[Extracted records]
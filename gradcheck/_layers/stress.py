"""Conditioning of a layer check: stress variants of the inputs, and notes on what a check could not see.

A gradient check is only as strong as the point it is made at. Some mistakes
change the gradient by an amount that depends on the inputs, and at ordinary
random inputs that amount can be far below the check's tolerance:

* a normalisation backward that leaves out the epsilon added to the variance is
  wrong by a factor sqrt((var + eps) / var), about 1 + eps / (2 var): 5e-6 at unit
  variance with eps = 1e-5 (below a float64 tolerance of 1e-5), 5 percent at
  variance 1e-4;
* a pooling (or strided convolution) backward that assigns (``=``) where it must
  accumulate (``+=``) is exactly right when no input entry feeds two windows,
  that is when the stride is not smaller than the window;
* at saturated units the true gradient sits below the check's resolution, so any
  small claimed value passes.

Two things answer this. :func:`stress_inputs` builds input variants where such
mistakes show (small-variance batches, overlapping or ragged windows, near-ties,
saturating values, zero-size batches). The probes below run during
:func:`gradcheck.examine_layer` and add a ``weak check`` note to the report when
the inputs given made the check blind to one of these classes; they look at the
forward from outside (a layer's window or epsilon is not visible), so each note
says what was measured, never what the layer "is".
"""

from __future__ import annotations

import warnings
from typing import TYPE_CHECKING, Any, Callable, Sequence

import numpy as np

from .._core.errors import describe, input_error

if TYPE_CHECKING:
    from gradcheck._check.compare import Judgement
    from gradcheck._core.tree import Structure

__all__ = ["stress_inputs", "KINDS", "stabiliser_notes", "overlap_notes", "resolution_notes"]

WEAK_MARGIN = 10.0
"""A stabilising term is called invisible when its effect on the output is under this many tolerances.
The gradient error of a mishandled epsilon is of the order of its effect on the output (4/3 of it for a
normalisation, see the module docstring), so a decade of margin keeps the note on the safe side."""

ROUNDING_LEVEL = 1e-12
"""Output changes below this (relative) are rounding: the layer is exactly invariant, nothing is hidden."""

MAX_PERTURBED = 256
"""Entries perturbed by the overlap probe (a random sample beyond this), one forward call each."""

UNRESOLVED_FRACTION = 0.9
"""A tensor whose nonzero true gradient entries are under the check's floor in this fraction gets a note."""


def _standardised(x: np.ndarray, axis: Any, rng: np.random.Generator) -> np.ndarray:
    std = x.std(axis=axis, keepdims=True)
    if np.any(std == 0):
        x = rng.standard_normal(x.shape)
        std = x.std(axis=axis, keepdims=True)
    return (x - x.mean(axis=axis, keepdims=True)) / std


def _signs(rng: np.random.Generator, shape: tuple) -> np.ndarray:
    return rng.choice([-1.0, 1.0], size=shape)


def _empty(x: np.ndarray, axis: int) -> np.ndarray:
    return np.take(x, np.arange(0), axis=axis)


def _activation(x, axis, rng):
    return [
        ("saturating", _signs(rng, x.shape) * rng.uniform(10.0, 30.0, x.shape)),
        ("near-kink", _signs(rng, x.shape) * rng.uniform(1e-3, 1e-2, x.shape)),
        ("wide-range", _signs(rng, x.shape) * 10.0 ** rng.uniform(-3.0, 1.0, x.shape)),
        ("empty-batch", _empty(x, axis)),
    ]
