def check_within_budget(plan: Plan, claimed: list, dtypes: list, traced: Traced | None, budget: int | None = None,
                        executor: Any = None, progress: bool | None = None, seed: int = 0,
                        tolerance: float | None = None) -> tuple[Judgement, int, tuple[str, ...]]:
    """Check the claimed gradients spending at most ``budget`` loss evaluations in all (the plan's included).

    Returns the judgement, the evaluations spent here (the plan's are not counted again), and notes for
    the report saying what was checked and what a pass means. (A budget that covers the entry-by-entry
    check never gets here: ``examine`` asks :func:`room_for_full_check` first and runs that check.)
    """
    tensors = plan.structure.tensors
    room_for_full_check(plan, traced, budget)  # validates the budget
    cap = default_budget(plan) if budget is None else int(budget)
    avail = cap - plan.evaluations
    finite = [bool(np.all(np.isfinite(c))) for c in claimed]
    live = [k for k, t in enumerate(tensors) if t.size > 0 and finite[k]]
    need = 2 * len(live) + (traced is not None)
    if avail < need:
        raise input_error("budget", f"at least {plan.evaluations + need} loss evaluations ({plan.evaluations} for "
                          f"the first look at the loss, {'1 for autodiff, ' if traced is not None else ''}2 for one "
                          "directional test of each tensor)", f"budget={budget}",
                          f"Pass budget={plan.evaluations + need} or more, or leave it out for the default.")
    central_like = Estimate("central", (), (), rtol=accuracy("central", plan.loss_eps))
    entry_tol = [tolerance if tolerance is not None else tolerance_for(d, central_like) for d in dtypes]
    rtols = [tolerance if tolerance is not None else t / DIRECTIONAL_MARGIN for t in entry_tol]
    runner = ExecutorRunner(plan, executor) if executor is not None else SerialRunner(plan)
    session = _Session(plan, claimed, runner, avail, rtols)
    ad, unavailable, jud, trusted, searches = None, {}, None, set(), {}
    with open_bar(progress, 1, "gradcheck: directional checks") as bar:
        runner.progress = bar.callback
        if traced is not None:
            got = autodiff_estimate(traced, plan.base, plan.f0)
            session.extra += 1
            if isinstance(got, str):
                unavailable["autodiff"] = got
            else:
                ad = got if plan.loss_eps <= EPS64 else dataclasses.replace(
                    got, rtol=accuracy("autodiff", plan.loss_eps),
                    atol=tuple(a * plan.loss_eps / EPS64 for a in got.atol))
                session.ref = ad.values
        else:
            unavailable["autodiff"] = ("the loss could not be traced by JAX, so central differences along random "
                                       "directions are the reference")
        reserve = _localisation_cost(max([tensors[k].size for k in live], default=1))
        r = int(np.clip((avail - session.used - reserve) // max(2 * len(live), 1), 1, MAX_DIRECTIONS))
        bar.grow(2 * r * len(live) + reserve)
        probes: dict[int, list[directional.Probe]] = {k: [] for k in live}
        for p in session.measure([(k, (seed, k, d), 0, tensors[k].size) for k in live for d in range(r)]):
            probes[p.k].append(p)
        for k in live:
            _confirm_suspects(session, probes[k], ad is not None)
        if ad is not None:
            trusted = {k for k in range(len(tensors)) if k not in live or all(p.ref_error <= p.rtol for p in probes[k])}
            jud = judge(plan.structure, claimed, dtypes, [ad], {}, tolerance)
        scale = jud.gradient_scale if jud is not None else max(
            [float(np.max(np.abs(c))) for c, ok in zip(claimed, finite) if ok and c.size], default=0.0)
        floors = [FLOOR_FRACTION["float32" if np.dtype(d).itemsize <= 4 else "float64"] * scale for d in dtypes]
        failing = [k for k in live if k not in trusted and any(p.fails() for p in probes[k])]
        # a tensor whose every failing test is explained by a kink of the loss is not judged (nor bisected)
        kinked = {k for k in failing if all(session.affordable(6) and session.kink_explains(p)
                                            for p in probes[k] if p.fails())}
        failing = [k for k in failing if k not in kinked]
        for k in sorted(failing, key=lambda k: -max(p.error / p.rtol for p in probes[k])):
            top = max(probes[k], key=lambda p: p.error / p.rtol)
            searches[k] = _locate(session, k, top, entry_tol[k], floors[k])
    parts = [_tensor_part(k, t, plan, claimed, finite, live, probes, trusted, jud, ad, searches, entry_tol, rtols,
                          floors, k in kinked) for k, t in enumerate(tensors)]
    judgement = _judgement(plan, ad, trusted, parts, unavailable, probes, scale)
    notes = _notes(plan, cap, budget is None, FULL_CHECK_LIMIT, session.used, r, seed, live, probes, trusted,
                   searches, claimed, ad, kinked)
    return judgement, session.used, notes
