"""Conditioning of layer checks: input variants that expose mistakes friendly inputs hide (``stress``)."""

▸ **GOAL OF THE EXERCISE**:
Your reply should consist of one number: how many lines in the entries contain the string "test".

▸ **ANSWER BELOW**:
2